## Task prompt
From the top of the records below, return each line exactly, ending with the line that contains "from PySide6.QtGui import QDropEvent".

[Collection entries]
-- Opening Marker --
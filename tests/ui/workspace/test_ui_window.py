"""The main window: menus, title, files, settings, layout, drops, locks."""

import datetime as dt
import pytest
from PySide6.QtCore import QMimeData, QPointF, Qt, QUrl
from PySide6.QtGui import QDropEvent
from PySide6.QtWidgets import QLabel

from support.ui import plan_state, sample_plan, ui_env, window  # noqa: F401 (fixtures)
from workbench.core.commands import EditActivity, settings_with
from workbench.io.planfile import load_plan, save_plan

SKIP = {"quit", "close"}


def test_every_menu_action_triggers(window, ui_env, tmp_path):
    ui_env.replies.update({
        "ask_open_path": None, "ask_save_path": None, "edit_settings": None, "pick_predecessors": None,
        "show_info": None, "show_error": None, "show_guide": None, "ask_unsaved": "cancel",
        "move_status_date": None, "manage_baselines": None,
        "ask_printer": None,
    })
    window.session.push(EditActivity("R", name="Survey"))
    window.session.select(["D"])
    triggered = 0
    for name, action in window.menu_actions.items():
        if name not in SKIP and action.isEnabled():
            action.trigger()
            triggered += 1
    assert triggered >= 20
    present = getattr(window, "_present_window", None)
    if present is not None:  # Present mode opened full screen; leave it again
        present.close()
    # the unsaved question came up for New Plan (answered Cancel: still the same plan)
    assert ui_env.names()[0] == "ask_unsaved"
    assert "R" in window.session.plan


def test_undo_redo_shortcuts_are_standard(window):
    from PySide6.QtGui import QKeySequence
    assert window.menu_actions["undo"].shortcut() == QKeySequence(QKeySequence.StandardKey.Undo)
    assert window.menu_actions["redo"].shortcut() == QKeySequence(QKeySequence.StandardKey.Redo)
    assert window.menu_actions["save"].shortcut() == QKeySequence(QKeySequence.StandardKey.Save)


def test_title_shows_modified_state_and_save_cleans_it(window, ui_env, tmp_path):
    target = tmp_path / "refit.slw"
    ui_env.replies["ask_save_path"] = str(target)
    assert "[*]" in window.windowTitle() and not window.isWindowModified()
    window.session.push(EditActivity("R", name="Survey"))
    assert window.isWindowModified()
    assert window.save_label.text() == "Not saved to a file yet"
    assert window.files.save()
    assert not window.isWindowModified()
    assert window.windowTitle().startswith("refit.slw[*]")
    assert window.save_label.text() == "All changes saved"
    window.session.undo_stack.undo()
    assert window.isWindowModified()


def test_save_and_open_round_trip(window, ui_env, tmp_path, qtbot):
    target = tmp_path / "round.slw"
    ui_env.replies["ask_save_path"] = str(target)
    window.session.push(EditActivity("F", notes="check the lifts", finish_no_later=dt.date(2026, 4, 24)))
    assert window.files.save_as()
    saved = plan_state(window.session.plan)
    assert plan_state(load_plan(target)) == saved
    window.session.push(EditActivity("F", notes="changed"))
    ui_env.replies["ask_unsaved"] = "discard"
    ui_env.replies["ask_open_path"] = str(target)
    assert window.files.open_dialog()
    assert plan_state(window.session.plan) == saved
    assert window.session.undo_stack.count() == 0 and not window.isWindowModified()
    assert window.files.recent_files()[0] == str(target.resolve())


def test_unsaved_prompt_cancel_keeps_window_open(window, ui_env):
    window.show()
    window.session.push(EditActivity("R", name="Survey"))
    ui_env.replies["ask_unsaved"] = "cancel"
    assert not window.close()
    assert window.isVisible()
    assert ui_env.names().count("ask_unsaved") == 1


def test_settings_dialog_change_is_one_undo_step(window, ui_env):
    old = window.session.plan.settings
    new = settings_with(old, title="Office refit, phase 2", unit="weeks",
                        deadline=dt.date(2026, 9, 30), target_confidence=0.8)
    ui_env.replies["edit_settings"] = new
    before_finish = window.summary.texts()["target"]
    window.menu_actions["settings"].trigger()
    assert window.session.plan.settings.title == "Office refit, phase 2"
    assert window.session.undo_stack.count() == 1
    assert window.summary.texts()["target_caption"].startswith("P80")
    assert window.summary.texts()["target"] != before_finish
    window.session.undo_stack.undo()
    assert window.session.plan.settings == old


def test_settings_dialog_reads_back_its_fields(window, qtbot):
    from workbench.ui.workspace.settings_dialog import SettingsDialog
    s = settings_with(window.session.plan.settings, deadline=40.0, revision="B")
    dialog = SettingsDialog(s)
    qtbot.addWidget(dialog)
    dialog.title.setText("Renamed")
    dialog.weekdays[5].setChecked(True)
    dialog.holidays.add_dates([dt.date(2026, 4, 3), dt.date(2026, 4, 6)])
    dialog.confidence.setValue(85)
    dialog.sign_off.insertRow(0)
    from PySide6.QtWidgets import QTableWidgetItem
    dialog.sign_off.setItem(0, 0, QTableWidgetItem("A. Planner"))
    dialog.sign_off.setItem(0, 1, QTableWidgetItem("Sponsor"))
    out = dialog.result_settings()
    assert out.title == "Renamed" and out.calendar.workdays == (0, 1, 2, 3, 4, 5)
    assert out.calendar.holidays == (dt.date(2026, 4, 3), dt.date(2026, 4, 6))
    assert out.deadline == 40.0  # an offset deadline left alone stays an offset
    assert out.target_confidence == pytest.approx(0.85) and out.revision == "B"
    assert [(p.name, p.role) for p in out.sign_off] == [("A. Planner", "Sponsor")]
    assert out.status_date is None and not dialog.status.isEnabled()


def test_the_status_date_is_set_and_cleared_in_the_settings_and_drawn(window, ui_env, qtbot, tmp_path):
    """The status date (progress as of) is set in Plan settings as one undo step; it draws
    the Timeline's status line and reaches the pack's cover; undo clears both."""
    from pypdf import PdfReader
    from workbench.reports.pack import build_pack
    from workbench.ui.workspace.settings_dialog import SettingsDialog, to_qdate
    dialog = SettingsDialog(window.session.plan.settings)
    qtbot.addWidget(dialog)
    dialog.has_status.setChecked(True)
    assert dialog.status.isEnabled()
    dialog.status.setDate(to_qdate(dt.date(2026, 3, 20)))
    ui_env.replies["edit_settings"] = dialog.result_settings()
    window.menu_actions["settings"].trigger()
    assert window.session.plan.settings.status_date == dt.date(2026, 3, 20)
    window.show()
    qtbot.waitExposed(window)
    timeline = window.view("Timeline")
    qtbot.waitUntil(lambda: timeline.geometry is not None)
    assert "status" in timeline.geometry.lines and "status" in timeline.reference.lines
    build_pack(window.session.plan, tmp_path / "p.pdf", iterations=0)
    assert "Fri 20 Mar 2026" in PdfReader(str(tmp_path / "p.pdf")).pages[0].extract_text()
    window.session.undo_stack.undo()
    assert window.session.plan.settings.status_date is None
    assert "status" not in timeline.geometry.lines


def test_region_holidays_are_added_as_dates(window, qtbot):
    from workbench.ui.workspace.settings_dialog import SettingsDialog
    dialog = SettingsDialog(window.session.plan.settings)
    qtbot.addWidget(dialog)
    dialog.holidays.region_edit.setText("DE")
    dialog.holidays.first.setValue(2026)
    dialog.holidays.last.setValue(2026)
    dialog.holidays.add_region()
    days = dialog.result_settings().calendar.holidays
    assert dt.date(2026, 12, 25) in days and dt.date(2026, 10, 3) in days  # holidays package, DE
    assert all(isinstance(d, dt.date) for d in days)


def test_predecessor_picker_builds_links(window, qtbot):
    from workbench.ui.activities.predecessor_dialog import PredecessorDialog
    dialog = PredecessorDialog(window.session.plan, "F")
    qtbot.addWidget(dialog)
    assert {(l.pred, l.type, l.lag) for l in dialog.links()} == {("W", "SS", 2.0), ("P", "FS", 0.0)}
    dialog.set_checked("P", False)
    dialog.set_checked("D", True, "FF", -1.0)
    assert {(l.pred, l.type, l.lag) for l in dialog.links()} == {("W", "SS", 2.0), ("D", "FF", -1.0)}


def test_views_are_real_or_say_what_will_come(window):
    for title, widget in window.views.items():
        if isinstance(widget, QLabel):
            assert title in widget.text() and "will appear here" in widget.text()
        else:
            assert type(widget).__name__ == f"{title.replace('-', '')}View"


def test_dock_layout_and_geometry_persist(ui_env, qtbot):
    from workbench.ui.workspace.window import MainWindow
    from workbench.ui.session import Session
    first = MainWindow(Session(sample_plan()))
    first.show()
    first.resize(1300, 820)
    qtbot.wait(20)
    first.docks["Network"].hide()
    first.docks["Odds"].setFloating(True)
    first.save_layout()
    first.files.close()
    first.hide()
    second = MainWindow(Session(sample_plan()))
    second.show()
    qtbot.wait(20)
    assert second.docks["Network"].isHidden()
    assert second.docks["Odds"].isFloating()
    from PySide6.QtCore import QSettings
    geometry = QSettings().value("window/geometry")
    assert geometry is not None and second.restoreGeometry(geometry)  # (offscreen clamps sizes to its screen)
    second.reset_layout()
    assert not second.docks["Network"].isHidden() and not second.docks["Odds"].isFloating()
    for w in (first, second):
        w.files.close()
        w.deleteLater()


def test_dropping_a_plan_file_opens_it(window, ui_env, tmp_path):
    other = sample_plan()
    other.set_settings(settings_with(other.settings, title="Dropped"))
    path = tmp_path / "dropped.slw"
    save_plan(other, path)
    mime = QMimeData()
    mime.setUrls([QUrl.fromLocalFile(str(path))])
    event = QDropEvent(QPointF(10, 10), Qt.DropAction.CopyAction, mime, Qt.MouseButton.NoButton,
                       Qt.KeyboardModifier.NoModifier)
    window.dropEvent(event)
    assert window.session.plan.settings.title == "Dropped"
    assert window.files.path == str(path.resolve())


def test_plan_held_by_another_window_opens_read_only(window, ui_env, tmp_path):
    from workbench.ui.workspace.lock import PlanLock
    path = tmp_path / "shared.slw"
    save_plan(sample_plan(), path)
    holder = PlanLock(str(path.resolve()))
    assert holder.acquire() and holder.held
    ui_env.replies["ask_locked"] = "readonly"
    assert window.files.open_path(str(path))
    assert window.files.read_only and "(read-only)" in window.windowTitle()
    assert ui_env.names() == ["ask_locked"]
    holder.release()


def test_read_only_location_offers_save_as(window, ui_env, tmp_path, monkeypatch):
    import workbench.io.planfile as planfile
    locked, good = tmp_path / "locked" / "plan.slw", tmp_path / "elsewhere.slw"
    real_save = planfile.save_plan

    def save(plan, path, *args, **kwargs):  # what the OS says for a read-only folder
        if str(path).startswith(str(locked.parent)):
            raise PermissionError(13, "Permission denied", str(path))
        return real_save(plan, path, *args, **kwargs)

    monkeypatch.setattr(planfile, "save_plan", save)
    seen = []
    ui_env.replies["ask_save_as_instead"] = lambda parent, msg: seen.append(msg) or True
    paths = iter([str(locked), str(good)])
    ui_env.replies["ask_save_path"] = lambda *a, **k: next(paths)
    window.session.push(EditActivity("R", name="Survey"))
    assert window.files.save()
    assert "read-only or locked" in seen[0] and str(locked) in seen[0]
    assert window.files.path == str(good.resolve()) and good.exists()
    assert not window.isWindowModified()


def test_import_preview_with_planted_errors_changes_nothing(window, ui_env, tmp_path):
    table = tmp_path / "bad.csv"
    table.write_text("id,name,optimistic,most likely,pessimistic,predecessors\n"
                     "A,Dig,2,3,4,\nB,Pour,5,3,9,A\nC,Cure,1,x,3,B\nD,Paint,1,2,3,ZZ\n", encoding="utf-8")
    before = plan_state(window.session.plan)
    shown = {}
    ui_env.replies["preview_import"] = lambda parent, path, plan, problems, kept="": shown.update(plan=plan, problems=problems) or True
    assert not window.files.open_path(str(table))
    assert plan_state(window.session.plan) == before and window.session.undo_stack.count() == 0
    problems = " | ".join(shown["problems"])
    assert shown["plan"] is None and len(shown["problems"]) == 3
    for row in ("row 3", "row 4", "row 5"):
        assert row in problems
    assert "ZZ" in problems


def test_good_import_is_one_undo_step(window, ui_env, tmp_path):
    table = tmp_path / "good.csv"
    table.write_text("id,name,duration,predecessors\nA,Dig,2,\nB,Pour,3,A\n", encoding="utf-8")
    before = plan_state(window.session.plan)
    ui_env.replies["preview_import"] = "keep"
    assert window.files.open_path(str(table))
    assert window.session.plan.ids() == ["A", "B"]
    assert window.session.plan.settings.title == "Office refit"
    window.session.undo_stack.undo()
    assert plan_state(window.session.plan) == before


def test_export_writes_a_table(window, ui_env, tmp_path):
    out = tmp_path / "out.csv"
    ui_env.replies["ask_save_path"] = str(out)
    window.menu_actions["export"].trigger()
    text = out.read_text(encoding="utf-8-sig")
    assert "Survey rooms" in text and "Move in" in text


def test_controls_have_accessible_names(window):
    from PySide6.QtWidgets import QComboBox, QLineEdit
    panel = window.activities
    for widget in (panel.search, panel.group_box, panel.critical_box, panel.table, window.summary):
        assert widget.accessibleName()
    unnamed = [w for cls in (QLineEdit, QComboBox) for w in panel.findChildren(cls)
               if not w.accessibleName() and w.parent() is panel]
    assert unnamed == []


def test_recent_files_menu_lists_and_opens(window, ui_env, tmp_path):
    from workbench.ui.workspace.menus import fill_recent
    paths = []
    for name in ("one.slw", "two.slw"):
        plan = sample_plan()
        plan.set_settings(settings_with(plan.settings, title=name))
        save_plan(plan, tmp_path / name)
        assert window.files.open_path(str(tmp_path / name))
        paths.append(str((tmp_path / name).resolve()))
    fill_recent(window, window.recent_menu)
    entries = [a for a in window.recent_menu.actions() if a.toolTip() in paths]
    assert [a.text() for a in entries] == ["two.slw", "one.slw"]
    entries[1].trigger()
    assert window.session.plan.settings.title == "one.slw"


def test_predecessor_picker_editors_and_exact_lags(window, qtbot):
    from PySide6.QtWidgets import QStyleOptionViewItem
    from workbench.core.commands import SetPredecessors
    from workbench.core.model import Link
    from workbench.ui.activities.predecessor_dialog import PredecessorDialog
    window.session.push(SetPredecessors("F", [Link("W", "F", "SS", 1 / 3)]))
    dialog = PredecessorDialog(window.session.plan, "F")
    qtbot.addWidget(dialog)
    assert [(l.pred, l.type, l.lag) for l in dialog.links()] == [("W", "SS", 1 / 3)]  # untouched: exact
    row = [a.id for a in dialog.candidates].index("D")
    dialog.table.item(row, 0).setCheckState(Qt.CheckState.Checked)
    for col, set_value in ((2, lambda e: e.setCurrentIndex(2)), (3, lambda e: e.setValue(-1.5))):
        index = dialog.table.model().index(row, col)
        delegate = dialog.table.itemDelegateForColumn(col)
        editor = delegate.createEditor(dialog.table, QStyleOptionViewItem(), index)
        delegate.setEditorData(editor, index)
        set_value(editor)
        delegate.setModelData(editor, dialog.table.model(), index)
    assert ("D", "FF", -1.5) in [(l.pred, l.type, l.lag) for l in dialog.links()]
-- Closing Marker --
## Reply to the exercise
filename tests/ui/workspace/test_ui_window.py
"""The main window: menus, title, files, settings, layout, drops, locks."""

import datetime as dt
import pytest
from PySide6.QtCore import QMimeData, QPointF, Qt, QUrl
from PySide6.QtGui import QDropEvent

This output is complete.